There are a number of reasons why talking about money may be so difficult. One is that there has been a vitriolic reaction against the wealthy in the wake of the Occupy movement and the global financial crisis. This sentiment was illustrated quite vividly in the September 24 Fortune magazine cover article, “Is It Still OK To Be Rich In America?” Another reason for this taboo may have a higher source.

By my count, the Bible, the best-selling book of all time and a foundational text for a majority of Americans, mentions money no less than 250 times. While not all Biblical references to money are negative, there are certainly enough references to “filthy lucre” to give pause. Not to mention verses such as Matthew 19:24 that says, “And again I say unto you, It is easier for a camel to go through the eye of a needle, than for a rich man to enter into the kingdom of God.” To a nation founded on Protestant ideals about work and morality, the notion of wealth as potentially corrosive is one that is deeply embedded in the collective American consciousness. But social taboos around money are not strictly religious. Sigmund Freud, an avowed atheist, identified money with feces and connected it with an anal retentive personality.

Dr. Richard Trachtman, a psychotherapist and money counselor has some fascinating thoughts on his blog,, that center on wealth as it relates to another social taboo: sex. Trachtman observes that in some ways, money is very much a part of our social every day. We commiserate with our friends about not having enough money, we let out collective groans about the burdens of taxes and dream together about how to spend fictional lottery winnings. But in terms of the more quotidian, serious matters that form the basis of our actual financial lives, we are conditioned toward silence. As Trachtman says of the sex vs. money taboo, “It is rare for a couple to marry without having had at least some sexual contact, but it is not rare at all for couples to marry without discussing financial matters.”

John Levy, a counselor to people who have recently inherited money found the following reasons for the money taboo among his clientele (as cited in O’Neil, 1993):


·      Good taste – “It’s just not done.”

·      Fear of manipulation – “It will give them power over me.”

·      Concern for spoiling children – “They will never make anything of themselves.”

·      Embarrassment – “I don’t deserve to be so much better off than others.”

·      Fear of being judged – “All they can see is my money.”

Whatever the causes of our awkwardness around conversations about money, an increased dialogue around the subject is a necessity. Passing on wealth to subsequent generations will only be as productive as they are well educated. Without the proper financial grounding, they may be ill equipped to handle their newfound assets and may actually do themselves harm with what ought to have been a great gift.
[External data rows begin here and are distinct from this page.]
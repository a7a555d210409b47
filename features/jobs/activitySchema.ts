import { z } from 'zod';

export const activityEntry = z.object({
  id: z.string(),
  kind: z.string(),
  detail: z.record(z.string(), z.unknown()),
  at: z.string(),
  memberName: z.string().nullable(),
});
export type ActivityEntry = z.infer<typeof activityEntry>;

export const activityList = z.object({ activity: z.array(activityEntry) });
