import { dueRange, type DueWindow } from './dueRange';
import { openStatuses, type JobListQuery, type JobStatus } from './schema';

/** Jobs the list asks for at a time; later pages follow as the framer scrolls. */
export const JOB_PAGE = 30;

export type JobSort = 'due' | 'created' | 'updated' | 'title';

/** What the framer picked in the job list's filters. */
export interface JobFilterValues {
  q: string;
  status: JobStatus[];
  due: DueWindow;
  sort: JobSort;
  /** Include shipped, collected and cancelled jobs when no status is picked. */
  finished: boolean;
}

/** The list as it opens: the shop's open work, due soonest first. */
export const initialJobFilters: JobFilterValues = { q: '', status: [], due: 'any', sort: 'due', finished: false };

/** The API's list query for the picked filters, with due windows read against `today`. */
export function jobListQueryFor(values: JobFilterValues, today: Date): JobListQuery {
  return {
    q: values.q.trim(),
    // With no status picked, the list is the shop's open work unless finished jobs are asked for.
    status: values.status.length > 0 ? values.status : values.finished ? [] : openStatuses,
    ...dueRange(values.due, today),
    sort: values.sort,
    order: values.sort === 'due' || values.sort === 'title' ? 'asc' : 'desc',
  };
}

/** The API path of one page of the list; only the first page asks for the total. */
export function jobListPath(filters: JobListQuery, offset: number): string {
  const params = new URLSearchParams();
  for (const [key, value] of Object.entries(filters)) {
    if (value === undefined || value === '' || (Array.isArray(value) && value.length === 0)) continue;
    params.set(key, Array.isArray(value) ? value.join(',') : String(value));
  }
  params.set('limit', String(JOB_PAGE));
  params.set('offset', String(offset));
  if (offset > 0) params.set('count', 'none');
  return `/jobs?${params.toString()}`;
}
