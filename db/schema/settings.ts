import { jsonb, pgTable, timestamp, uuid } from 'drizzle-orm/pg-core';
import { shops } from './shops';

/** One row per shop: its settings document (features/settings/schema.ts validates it). */
export const shopSettings = pgTable('shop_settings', {
  shopId: uuid('shop_id').primaryKey().references(() => shops.id, { onDelete: 'cascade' }),
  settings: jsonb('settings').notNull(),
  updatedAt: timestamp('updated_at', { withTimezone: true }).notNull().defaultNow(),
});
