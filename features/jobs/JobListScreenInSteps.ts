import { screenInSteps } from '../ui/screenInSteps';

/**
 * The jobs list's route: the list's own script is small, but its first
 * `require` also evaluates the job schemas it shares with other screens (every
 * text field, status and frame choice built with zod), one task of about half
 * a second on Lighthouse's slowed phone. Here each line is a task of its own,
 * from the modules others import to those that import them.
 */
export const JobListScreenInSteps = screenInSteps(
  [
    () => require('../text/schema'),
    () => require('../settings/materials'),
    () => require('./schema'),
    () => require('./activitySchema'),
    () => require('./queries'),
    () => require('./dueRange'),
    () => require('../ui/TextField'),
    () => require('./JobFilters'),
  ],
  () => (require('./JobListScreen') as typeof import('./JobListScreen')).JobListScreen,
);
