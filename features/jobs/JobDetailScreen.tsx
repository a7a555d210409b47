import { useQuery } from '@tanstack/react-query';
import { useLocalSearchParams } from 'expo-router';
import { ActivityIndicator, StyleSheet, View } from 'react-native';
import { Notice } from '../ui/Notice';
import { Screen } from '../ui/Screen';
import { Text } from '../ui/Text';
import { colors, radius, space } from '../ui/theme';
import { jobQueries } from './queries';
import { StatusBadge } from './StatusBadge';

export function JobDetailScreen() {
  const { id } = useLocalSearchParams<{ id: string }>();
  const job = useQuery(jobQueries.detail(id));

  if (job.isPending) return <ActivityIndicator color={colors.accent} style={styles.loading} />;
  if (job.isError) {
    return (
      <Screen>
        <Notice title="This job could not be opened">{job.error.message}</Notice>
      </Screen>
    );
  }
  const j = job.data.job;
  return (
    <Screen maxWidth={960}>
      <View style={styles.head}>
        <StatusBadge status={j.status} />
        <Text variant="title" testID="job-title-heading">
          {j.title}
        </Text>
        <Text variant="caption">
          {j.customerName}
          {j.dueDate ? ` · due ${j.dueDate}` : ''}
        </Text>
        {j.notes ? <Text style={styles.notes}>{j.notes}</Text> : null}
      </View>
      {/* Sections of the job: pieces, layouts, activity. */}
    </Screen>
  );
}

const styles = StyleSheet.create({
  loading: { marginTop: space.xxl },
  head: { gap: space.sm, backgroundColor: colors.card, padding: space.lg, borderRadius: radius.lg, borderWidth: 1, borderColor: colors.line },
  notes: { color: colors.muted },
});
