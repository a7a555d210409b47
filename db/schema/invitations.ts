import { index, pgTable, text, timestamp, uuid } from 'drizzle-orm/pg-core';
import { members } from './members';
import { memberRole, shops } from './shops';

/** An owner's invitation for someone to join the shop with a role; the link carries a secret whose hash is kept. */
export const invitations = pgTable(
  'invitations',
  {
    id: uuid('id').primaryKey().defaultRandom(),
    shopId: uuid('shop_id').notNull().references(() => shops.id, { onDelete: 'cascade' }),
    email: text('email').notNull(),
    role: memberRole('role').notNull(),
    /** SHA-256 of the secret in the link, hex; the secret itself is only ever in the e-mail. */
    tokenHash: text('token_hash').notNull().unique(),
    invitedBy: text('invited_by').references(() => members.id, { onDelete: 'set null' }),
    expiresAt: timestamp('expires_at', { withTimezone: true }).notNull(),
    acceptedAt: timestamp('accepted_at', { withTimezone: true }),
    revokedAt: timestamp('revoked_at', { withTimezone: true }),
    createdAt: timestamp('created_at', { withTimezone: true }).notNull().defaultNow(),
  },
  (t) => [index('invitations_shop_idx').on(t.shopId)],
);

export type Invitation = typeof invitations.$inferSelect;
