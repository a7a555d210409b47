import { queryOptions, useMutation, useQueryClient } from '@tanstack/react-query';
import { z } from 'zod';
import { apiClient } from '../api/client';
import { job, jobList, type JobInput } from './schema';

export const jobQueries = {
  all: ['jobs'] as const,
  list: () => queryOptions({ queryKey: [...jobQueries.all, 'list'], queryFn: () => apiClient.get('/jobs', jobList) }),
  detail: (id: string) =>
    queryOptions({ queryKey: [...jobQueries.all, 'detail', id], queryFn: () => apiClient.get(`/jobs/${id}`, z.object({ job })) }),
};

export function useCreateJob() {
  const client = useQueryClient();
  return useMutation({
    mutationFn: (input: JobInput) => apiClient.post('/jobs', input, z.object({ job })),
    onSuccess: () => client.invalidateQueries({ queryKey: jobQueries.all }),
  });
}
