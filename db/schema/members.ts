import { index, pgTable, text, timestamp, uuid } from 'drizzle-orm/pg-core';
import { memberRole, shops } from './shops';

/** A person who signs in; every member belongs to exactly one shop. */
export const members = pgTable(
  'members',
  {
    id: text('id').primaryKey(),
    shopId: uuid('shop_id').notNull().references(() => shops.id, { onDelete: 'cascade' }),
    /** Lower-cased sign-in address, unique across the whole service. */
    email: text('email').notNull().unique(),
    name: text('name').notNull(),
    role: memberRole('role').notNull(),
    /** argon2id hash in PHC string form. */
    passwordHash: text('password_hash').notNull(),
    createdAt: timestamp('created_at', { withTimezone: true }).notNull().defaultNow(),
  },
  (t) => [index('members_shop_idx').on(t.shopId)],
);

export type Member = typeof members.$inferSelect;

/** lucia's session rows: one per signed-in browser. */
export const sessions = pgTable('sessions', {
  id: text('id').primaryKey(),
  userId: text('user_id').notNull().references(() => members.id, { onDelete: 'cascade' }),
  expiresAt: timestamp('expires_at', { withTimezone: true, mode: 'date' }).notNull(),
  /** When the person signed in; the session ends a fixed time after this however active it stays. */
  signedInAt: timestamp('signed_in_at', { withTimezone: true, mode: 'date' }).notNull().defaultNow(),
});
Perhaps some of the reasons above are resonant with your personal situation and perhaps not, but it seems difficult to deny that money is a subject that puts us all on eggshells. Consider a handful of your best friends. No doubt you could tell me much about their lives; joys and struggles, highs and lows. But I doubt if you could tell me their exact salary, savings or other relevant financial indicators, because we simply don’t talk about them. While this is fine in polite company, this tendency toward silence can extend beyond the cocktail party circuit. When we bring this same shame to our personal planning lives, we tend not to take a deep look at our own goals and motivations and instead tend to become enthralled in the larger financial conversation, which may have very little to do with our own circumstances at all.